Transcribe the data in full; each line must match exactly.

== Recorded information ==
►

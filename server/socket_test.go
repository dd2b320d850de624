package server

import (
	"net"
	"net/http"
	"os"
	"path/filepath"
	"strings"
	"testing"
)

func TestSocket_OnlyItsOwnerMayOpenItAndAStaleOneGoes(t *testing.T) {
	for name, dir := range map[string]string{
		"in the folder":   t.TempDir(),
		"path over 100 B": filepath.Join(t.TempDir(), strings.Repeat("deep/", 22)),
	} {
		t.Run(name, func(t *testing.T) {
			must(t, os.MkdirAll(dir, 0o700))
			for range 2 { // the second finds what the first, killed, left behind
				l, err := ListenSocket(dir)
				must(t, err)
				path, err := socketPath(dir)
				must(t, err)
				info, err := os.Stat(path)
				must(t, err)
				if got := info.Mode().Perm(); got != 0o600 {
					t.Errorf("got mode %o, want 600", got)
				}
				if len(path) > maxSocketPath {
					t.Errorf("got a path of %d bytes, want at most %d", len(path), maxSocketPath)
				}
				c, err := net.Dial("unix", path)
				must(t, err)
				must(t, c.Close())
				l.(*socket).Listener.(*net.UnixListener).SetUnlinkOnClose(false)
				must(t, l.(*socket).Listener.Close())
			}
			l, err := ListenSocket(dir)
			must(t, err)
			path, err := socketPath(dir)
			must(t, err)
			must(t, l.Close())
			for _, gone := range []string{path, filepath.Join(dir, socketAt)} {
				if _, err := os.Stat(gone); !os.IsNotExist(err) {
					t.Errorf("%s is still there after closing (%v)", filepath.Base(gone), err)
				}
			}
		})
	}
}

func TestPipes_CarryARequest(t *testing.T) {
	p := newPipes()
	srv := &http.Server{Handler: http.HandlerFunc(func(w http.ResponseWriter, r *http.Request) { _, _ = w.Write([]byte("here " + r.URL.Path)) })}
	ended := make(chan error, 1)
	go func() { ended <- srv.Serve(p) }()
	client := &http.Client{Transport: &http.Transport{DialContext: p.dial}}
	res, err := client.Get("http://tripwell/x")
	must(t, err)
	defer res.Body.Close()
	got := make([]byte, 16)
	n, _ := res.Body.Read(got)
	if string(got[:n]) != "here /x" {
		t.Errorf("got %q", got[:n])
	}
	must(t, srv.Close())
	if err := <-ended; err != http.ErrServerClosed {
		t.Errorf("got %v, want closed", err)
	}
}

◄

== Response for this exercise ==
filename server/socket_test.go
repository dd2b320d850de624
package server

import (
	"net"
	"net/http"
	"os"
	"path/filepath"
	"strings"
	"testing"
)

func TestSocket_OnlyItsOwnerMayOpenItAndAStaleOneGoes(t *testing.T) {
	for name, dir := range map[string]string{
		"in the folder":   t.TempDir(),
		"path over 100 B": filepath.Join(t.TempDir(), strings.Repeat("deep/", 22)),
	} {
		t.Run(name, func(t *testing.T) {
			must(t, os.MkdirAll(dir, 0o700))
			for range 2 { // the second finds what the first, killed, left behind
				l, err := ListenSocket(dir)
				must(t, err)
				path, err := socketPath(dir)
				must(t, err)
				info, err := os.Stat(path)
				must(t, err)
				if got := info.Mode().Perm(); got != 0o600 {
					t.Errorf("got mode %o, want 600", got)
				}
				if len(path) > maxSocketPath {
					t.Errorf("got a path of %d bytes, want at most %d", len(path), maxSocketPath)
				}
				c, err := net.Dial("unix", path)
				must(t, err)
				must(t, c.Close())
				l.(*socket).Listener.(*net.UnixListener).SetUnlinkOnClose(false)
				must(t, l.(*socket).Listener.Close())
			}
			l, err := ListenSocket(dir)
			must(t, err)
			path, err := socketPath(dir)
			must(t, err)
			must(t, l.Close())
			for _, gone := range []string{path, filepath.Join(dir, socketAt)} {
				if _, err := os.Stat(gone); !os.IsNotExist(err) {
					t.Errorf("%s is still there after closing (%v)", filepath.Base(gone), err)
				}
			}
		})
	}
}

func TestPipes_CarryARequest(t *testing.T) {
	p := newPipes()
	srv := &http.Server{Handler: http.HandlerFunc(func(w http.ResponseWriter, r *http.Request) { _, _ = w.Write([]byte("here " + r.URL.Path)) })}
	ended := make(chan error, 1)
	go func() { ended <- srv.Serve(p) }()
	client := &http.Client{Transport: &http.Transport{DialContext: p.dial}}
	res, err := client.Get("http://tripwell/x")
	must(t, err)
	defer res.Body.Close()
	got := make([]byte, 16)
	n, _ := res.Body.Read(got)
	if string(got[:n]) != "here /x" {
		t.Errorf("got %q", got[:n])
	}
	must(t, srv.Close())
	if err := <-ended; err != http.ErrServerClosed {
		t.Errorf("got %v, want closed", err)
	}
}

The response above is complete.